Adam Dicko : Pour 2016, nous projetons d’étendre notre association sur toute l’étendue du territoire national. Nous recevons beaucoup d’appels pour nous demander de nous implanter un  peu partout. Nous ne voulons pas être comme des partis politiques, c’est-à-dire avoir beaucoup de membres avec nous sans pouvoir faire bouger quoi que ce soit. Notre voulons vraiment apporter un changement, former et informer les jeunes. Pour cela, il faut des moyens, ce qui fait que nous n’avons pas pu aller partout. Pour le moment, nous ne sommes qu’à Bamako, Koulikoro et Ségou. Nous espérons que d’ici la fin de cette année, nous serons bien implantés sur toute l’étendue du territoire y compris à Kidal puis que ce sont des jeunes maliens qui s’y trouvent et ont besoin de ces notions. Nous voulons prouver au monde entier que nous sommes UN et INDIVISIBLE et que nous avons les mêmes problèmes auxquels nous devons nous attaquer. Nous voulons aussi nous attaquer à la question de la bonne gouvernance. Aujourd’hui, nous sommes confrontés à de nombreux problèmes et la plupart d’entre eux sont dûs à la mauvaise gestion des services publics, donc la mauvaise gouvernance. Ce qui fait que les jeunes doivent s’intéresser davantage à la vie publique.
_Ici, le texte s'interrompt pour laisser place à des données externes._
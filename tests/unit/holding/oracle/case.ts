/**
 * The second implementation: one case, walked span by span in the plainest way there is. It shares no code and no
 * figure with the engine. Times are whole ms, temperatures degrees of the rulebook's own unit.
 */

/** A temperature that was read and may be relied upon. */
export interface Seen { at: number, value: number }

export interface Site { limit?: number, minutes?: number }

/** A piece of time whose temperature is known to lie between two values: one line from `a` to `b`. */
interface Span { from: number, to: number, a: number, b: number, ends: boolean }

const MILLIONTH = 0.000_001

export const over = (value: number, mark: number) => value - mark > MILLIONTH
export const same = (value: number, mark: number) => Math.abs(value - mark) <= MILLIONTH
export const reaches = (value: number, mark: number) => over(value, mark) || same(value, mark)

export class OracleCase {
  constructor(
    readonly seen: Seen[],
    readonly dark: number,
    readonly now: number,
    readonly interval: number,
    readonly limit: number,
    private readonly site: Site,
    private readonly hot: number,
  ) {}

  get first() { return this.seen[0]! }
  get last() { return this.seen[this.seen.length - 1]! }
  /** The last reading is over the limit. */
  get isWarm() { return over(this.last.value, this.limit) }
  get beganWarm() { return over(this.first.value, this.limit) }
  /** Nobody looked for longer than the interval. */
  get isLate() { return this.now - this.last.at > this.interval }

  /** So many minutes, or the site's own number where it is shorter. ms */
  allowed(minutes: number) {
    const own = this.site.minutes
    return (own !== undefined && own < minutes ? own : minutes) * 60_000
  }

  /** Some reading was over a mark. */
  wasOver(mark: number) {
    for (const { value } of this.seen) if (over(value, mark)) return true
    return false
  }

  /** How often a reading over the limit followed none or one within. */
  periods() {
    let periods = 0
    let wasWarm = false
    for (const { value } of this.seen) {
      const isWarm = over(value, this.limit)
      if (isWarm && !wasWarm) periods += 1
      wasWarm = isWarm
    }
    return periods
  }

  /** Every piece of time there is, from the loss of control or the first reading until now. */
  private spans(): Span[] {
    const spans: Span[] = []
    if (this.first.at > this.dark) spans.push({ from: this.dark, to: this.first.at, a: this.first.value, b: this.first.value, ends: true })
    let before: Seen | null = null
    for (const seen of this.seen) {
      if (before) spans.push({ from: before.at, to: seen.at, a: before.value, b: seen.value, ends: false })
      before = seen
    }
    spans.push({ from: this.last.at, to: this.now, a: this.last.value, b: this.last.value, ends: true })
    return spans
  }

  /** ms of the spans with an end for which `counts` holds, each whole; those hot at both ends are left out. */
  careful(counts: (value: number) => boolean) {
    let sum = 0
    for (const { from, to, a, b } of this.spans()) {
      if (reaches(a, this.hot) && reaches(b, this.hot)) continue
      if (counts(a) || counts(b)) sum += to - from
    }
    return sum
  }

  carefulOver(mark: number) { return this.careful(value => over(value, mark)) }
  carefulAt(mark: number) { return this.careful(value => reaches(value, mark)) }

  /** ms over the limit and below hot along straight lines. */
  linear() {
    let sum = 0
    for (const { from, to, a, b } of this.spans()) {
      const warmEnds = Number(over(a, this.limit)) + Number(over(b, this.limit))
      const hotEnds = Number(reaches(a, this.hot)) + Number(reaches(b, this.hot))
      if (warmEnds === 0 || hotEnds === 2) continue
      // An end that is a millionth off its mark would put the crossing beyond the span.
      const moment = (value: number) => Math.min(to, Math.max(from, from + (to - from) * (value - a) / (b - a)))
      let begins = from
      let ends = to
      if (warmEnds === 1) {
        if (b > a) begins = moment(this.limit)
        else ends = moment(this.limit)
      }
      if (hotEnds === 1) {
        if (b > a) ends = moment(this.hot)
        else begins = moment(this.hot)
      }
      sum += Math.max(0, ends - begins)
    }
    return sum
  }

  /** ms without a reading after one within, each such time whole once it is longer than the interval. */
  unwatched() {
    let sum = 0
    for (const [index, { at, value }] of this.seen.entries()) {
      const next = this.seen[index + 1]
      const until = next ? next.at : this.now
      const isWithin = !over(value, this.limit) && !(next && over(next.value, this.limit))
      if (isWithin && until - at > this.interval) sum += until - at
    }
    return sum
  }
}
Il ne faut pas laisser ce volet seulement aux mains des politiciens, mais tous les Maliens doivent s’y intéresser. La gestion de la chose publique c’est donc l’affaire de tout le monde. Il faut dire aussi que 2015 a été une année assez chargée, nous espérons que 2016 soit encore meilleure.

Kibaruu.ml : Avez-vous un appel à lancer pour clore cet entretien ?

Adam Dicko : J’invite tous les Maliens à venir nous rejoindre dans l’AJCAD. Vous savez au sein de cette association, notre approche c’est de mettre ensemble ceux qui sont allés à l’école et ceux qui n’y ont été. Rares sont les associations qui ont cette approche qui consiste à mettre ensemble les secteurs formels et informels pour tirer le meilleur profit. La formule que nous préconisons c’est de partir dans les quartiers pour mettre en place des clubs. A partir de là, ces problèmes que nous soulevons deviennent l’affaire de tout le monde. Le dénominateur commun que nous cherchons c’est d’unir les jeunes autour de l’essentiel. Tant que vous êtes jeune, nos portes sont grandement ouvertes. Nous avons donc besoin de tout le monde, car la lutte que nous menons ce n’est pas seulement la nôtre, mais celle de tout le Mali et de son avenir.

A l’endroit des autorités, il faut arrêter de tenir des propos du genre "la jeunesse c’est l’avenir". Tel n’est pas le cas, nous sommes surtout le présent. Tant qu’on continue à nous faire croire que nous l’avenir, notre action sera limitée dans le temps. Nous sommes des jeunes, nous sommes le présent du Mali et c’est à nous de faire ce pays.